Reaching the state’s nitrate-reduction goal would take enormous changes in cropping practices, and even how much corn the state can produce, according to Iowa State University agronomists. Under one scenario, farmers would have to plant cover crops on 25 percent of the corn and soybean acreage and convert a fourth of the state’s cropland to extended, four- to five-year rotations. At least two of those years the land would have to be turned over to alfalfa rather than corn or soybeans. And even the cover crops – which can be difficult to establish in more northern counties – along with rotations wouldn’t be enough. Farmers would still have to reduce their nitrogen usage and also install wetlands and drainage projects to capture some of the nitrates before they reach the streams and rivers.

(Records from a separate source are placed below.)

@dataclass
class Stack:
    """A time-lapse stack ready for analysis.

    Attributes
    ----------
    data : (T, Y, X) dask.array.Array
        Lazy pixel data in the file's dtype.
    frame_interval_s : float
        Time between frames, in seconds.
    pixel_size_um : float or None
        Edge length of a pixel, in micrometres; None when unknown (maps are then
        in pixels and conduction velocity in pixels per second).
    source : str
        Where the data came from (a path, a glob pattern of frame files, or ``"array"``).
    meta : dict
        Where each value came from, the file's axes, the chosen channel/plane.
    files : tuple of str
        For a sequence of frame files, the files in frame order (empty otherwise).
    """

    data: da.Array
    frame_interval_s: float
    pixel_size_um: float | None = None
    source: str = "array"
    meta: dict = field(default_factory=dict)
    files: tuple = field(default=(), repr=False)

    @property
    def shape(self) -> tuple[int, int, int]:
        return tuple(int(s) for s in self.data.shape)

    @property
    def n_frames(self) -> int:
        return self.shape[0]

    @property
    def duration_s(self) -> float:
        return self.n_frames * self.frame_interval_s

    def identity(self) -> dict[str, Any]:
        """A small fingerprint of the input, for provenance and for skipping finished work.

        For files: absolute path, size and modification time (not a content hash,
        which would mean reading the whole stack); for arrays: shape, dtype and a
        hash of a few frames.
        """
        ident: dict[str, Any] = {"source": self.source, "shape": list(self.shape),
                                 "dtype": str(self.data.dtype),
                                 "frame_interval_s": self.frame_interval_s,
                                 "pixel_size_um": self.pixel_size_um}
        for key in ("channel", "plane"):
            if self.meta.get(key) is not None:
                ident[key] = self.meta[key]
        path = Path(self.source)
        if self.files or (self.source != "array" and path.exists()):
            if self.files:
                files = [Path(p) for p in self.files]
            else:
                files = [path] if path.is_file() else [p for p in path.rglob("*") if p.is_file()]
            ident["bytes"] = int(sum(p.stat().st_size for p in files))
            ident["mtime"] = max((p.stat().st_mtime for p in files), default=0.0)
        else:
            probe = np.asarray(self.data[:: max(1, self.n_frames // 4)][:4, :64, :64])
            ident["probe_sha1"] = hashlib.sha1(np.ascontiguousarray(probe).tobytes()).hexdigest()
        return ident

    def input_paths(self) -> list[str]:
        """The files and folders the data is read from, which no output may replace or lie in."""
        if self.source == "array":
            return []
        if self.files:
            return sorted({self.source, *{os.path.dirname(f) for f in self.files}} - {""})
        return [self.source]


def open_stack(source, frame_interval_s: float | None = None, pixel_size_um: float | None = None,
               *, channel: int | None = None, plane: int | None = None,
               axes: str | None = None) -> Stack:
    """Open a time-lapse stack lazily.

    Parameters
    ----------
    source : str, os.PathLike, ndarray or dask.array.Array
        A path to a TIFF / ImageJ / OME-TIFF file, a Zarr array or OME-Zarr
        image folder, a folder of single-frame TIFF files (one file per frame,
        in natural name order: frame2 before frame10), a glob pattern of such
        files (``"frames/*.tif"``), or a video file (AVI, MP4, MOV); or an
        array. Arrays are taken as (T, Y, X) unless ``axes`` says otherwise.
    frame_interval_s : float, optional
        Seconds between frames. Overrides the file's metadata. Required when
        the file has none (and for arrays and frame-file sequences).
    pixel_size_um : float, optional
        Pixel edge in micrometres. Overrides the file's metadata.
    channel, plane : int, optional
        Which channel (C) or focal plane (Z) to analyse when the data has them,
        counted from 0 (the first channel is 0).
    axes : str, optional
        Axis letters of an array source, e.g. ``"TCYX"`` (T, C, Z, Y, X, and S
        for RGB samples).

    Returns
    -------
    Stack
        Lazy (T, Y, X) data with its frame interval and pixel size.

    Raises
    ------
    StackNotFoundError
        If the path does not exist.
    MissingMetadataError
        If no frame interval is in the file and none was given.
    InputError
        If the data is not a time series of 2-D frames, or a channel/plane
        choice is needed or out of range.

    Examples
    --------
    >>> import numpy as np
    >>> s = open_stack(np.zeros((40, 8, 9), np.uint16), frame_interval_s=0.05)
    >>> s.shape, s.frame_interval_s
    ((40, 8, 9), 0.05)
    """
    if isinstance(source, (np.ndarray, da.Array)):
        data = source if isinstance(source, da.Array) else da.from_array(
            source, chunks=_default_chunks(source.shape, source.dtype))
        if data.ndim < 3:
            raise InputError(
                f"the array has shape {tuple(data.shape)}: a single image, not a time series. tempofield needs "
                "frames over time, (T, Y, X).")
        arr_axes = (axes or ("TYX" if data.ndim == 3 else "")).upper()
        if len(arr_axes) != data.ndim:
            raise InputError(
                f"the array has {data.ndim} dimensions (shape {tuple(data.shape)}) but axes={axes!r}; "
                "pass axes=... with one letter per dimension, e.g. axes='TCYX'.")
        data, chosen = _reduce_axes(data, arr_axes, channel, plane, "the array")
        meta = {"axes": arr_axes, **chosen}
        return _finish(data, {}, frame_interval_s, pixel_size_um, "array", meta)

    text = os.fspath(source)
    path = Path(text)
    if not path.exists() and _GLOB_CHARS.search(str(text)):
        files = _glob_frame_files(str(text))
        data, file_meta, meta = _open_sequence(files, channel, plane)
        return _finish(data, file_meta, frame_interval_s, pixel_size_um, os.path.abspath(text), meta,
                       files=tuple(str(f) for f in files))
    if not path.exists():
        raise StackNotFoundError(
            f"no such stack: {str(path)!r}. Check the path (it is taken relative to "
            f"{os.getcwd()!r}).")
    name = path.name.lower()
    if path.is_dir() and not _is_zarr_store(path):
        files = _folder_frame_files(path)
        data, file_meta, meta = _open_sequence(files, channel, plane)
        return _finish(data, file_meta, frame_interval_s, pixel_size_um, str(path.resolve()), meta,
                       files=tuple(str(f) for f in files))
    if path.is_dir() or name.endswith(".zarr"):
        data, file_meta, meta = _open_zarr(path, channel, plane)
    elif name.endswith(TIFF_SUFFIXES):
        data, file_meta, meta = _open_tiff(path, channel, plane)
    elif name.endswith(VIDEO_SUFFIXES):
        data, file_meta, meta = _open_video(path)
    else:
        raise InputError(
            f"cannot read {str(path)!r}: unknown file type {path.suffix!r}. tempofield reads "
            f"TIFF ({', '.join(TIFF_SUFFIXES)}), folders of TIFF frames, Zarr/OME-Zarr folders and video "
            f"({', '.join(VIDEO_SUFFIXES)}); convert other formats to TIFF first.")
    return _finish(data, file_meta, frame_interval_s, pixel_size_um, str(path.resolve()), meta)


def _finish(data, file_meta, frame_interval_s, pixel_size_um, source, meta, files=()) -> Stack:
    if data.ndim != 3:
        raise InputError(f"expected (T, Y, X) frames from {source!r}, found shape {tuple(data.shape)}.")
    if frame_interval_s is not None:
        meta["frame_interval_from"] = "argument"
        fi = frame_interval_s
    else:
        fi = file_meta.get("frame_interval_s")
        meta["frame_interval_from"] = file_meta.get("frame_interval_from", "file")
    if fi is None:
        why = file_meta.get("frame_interval_problem", "the file does not record the time between frames")
        raise MissingMetadataError(
            f"no frame interval for {source!r}: {why}. Give it explicitly: frame_interval_s=0.02 "
            "(seconds between frames; 50 frames per second is 0.02).")
    try:
        fi = float(fi)
    except (TypeError, ValueError):
        raise InputError(f"frame_interval_s={fi!r} is not a number of seconds.") from None
    if not (np.isfinite(fi) and fi > 0):
        raise InputError(f"frame_interval_s={fi!r} must be a positive number of seconds, e.g. 0.02.")
    if 1.0 / fi > MAX_FRAMES_PER_S:
        if meta["frame_interval_from"] == "argument":
            said = f"frame_interval_s={fi:g} looks wrong"
        else:
            said = (f"the frame interval recorded in {source!r} ({meta['frame_interval_from']}) is {fi:g} s, "
                    "which looks wrong")
        raise InputError(
            f"{said}: it means {1.0 / fi:.3g} frames per second, far more than cameras record of beating "
            f"tissue (at most a few thousand). Give the time between frames in seconds, e.g. "
            f"frame_interval_s=0.02 for 50 frames per second; {TYPICAL_FRAME_INTERVALS}.")
    if pixel_size_um is not None:
        meta["pixel_size_from"] = "argument"
        ps = pixel_size_um
    else:
        ps = file_meta.get("pixel_size_um")
        meta["pixel_size_from"] = "file" if ps is not None else "unknown"
    if ps is not None:
        try:
            ps = float(ps)
        except (TypeError, ValueError):
            raise InputError(f"pixel_size_um={ps!r} is not a number of micrometres.") from None
        if not (np.isfinite(ps) and ps > 0):
            raise InputError(f"pixel_size_um={ps!r} must be a positive number of micrometres, e.g. 0.65.")
    t, y, x = data.shape
    if t < 8 or y < 1 or x < 1:
        raise InputError(f"{source!r} has {t} frame{'s' if t != 1 else ''} of {y} x {x} pixels: a time series "
                         "needs at least 8 frames (and in practice several cycles of the slowest rhythm).")
    if not (np.issubdtype(data.dtype, np.number) or data.dtype == bool):
        raise InputError(f"{source!r} holds {data.dtype} values; tempofield needs numeric pixels.")
    return Stack(data=data, frame_interval_s=fi, pixel_size_um=ps, source=source, meta=meta, files=tuple(files))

Mike Castellano, one of the agronomists, says the high nitrate levels Stowe is complaining about this year likely reflect the wide variability in nitrate loads due to changes in weather patterns. Most nitrate is lost from corn and soybean fields before they are planted and start to grow. If the soil is warm, wet and uncovered, microbes naturally produce nitrates from the soil. More precipitation washes more nitrates from the ground. “Weather modulates the concentration and the load that is delivered to the waterways, because it (water) is the transportation mechanism,” he said.
(Weather variations also are one of the reasons critics of the lawsuit say that tile drains would be difficult to regulate.)
Iowa Agriculture Secretary Bill Northey is the first to admit that the strategy’s goals will be extraordinarily hard to achieve. Although he and others, with the help of state and federal funding, are pushing farmers to adopt cover crops, they’re still only being planted on 2 to 3 percent of the state’s cropland, or about 400,000 to 700,000 acres, he estimates.
Some of the new drainage options, called bioreactors and saturated buffers, could help, too, but they’re expensive even with federal subsidies. Bioreactors are essentially drains filled with wood chips to filter the underground flow coming through the tile lines. Each project can cost $8,000 to $10,000. Saturated buffers work by diverting the end of the tile lines through the end of the field rather than leaving the water to run straight into a stream or ditch.
How worried is Northey about the lawsuit? “It’s like saying I’m nervous about a tornado,” he said. “It’s unlikely to happen but at some place it’s going to happen, so you’ve got to think about it.”
One option for the state is to simply pay for Des Moines Water Works to replace its outdated denitrification system. That would cost $100 million or more, but that’s a fraction of the value of Iowa’s corn crop, which was worth about $9 billion last year even after a drop in market price.
“In many ways it’s more efficient for Des Moines Water Works to treat the tiny amount of the water that they pull out of the river than for farmers to treat all of the water going down the river, most of which doesn’t get pulled out,” said Northey.
Stowe doesn’t rule out settling the lawsuit, but that would create a precedent the state might not want to set.
And said Northey, “Why stop at nitrates? Why not look at everyone else they have to fix water for?”
In any event, the case isn’t likely to be decided for years. The lawsuit doesn’t even go to trial until August 2016. Regardless of the lawsuit’s outcome, Northey believes Iowa farmers realize they have to address the runoff issue. “Farmers say we’ve got to figure out what to do here. It’s just the right thing.”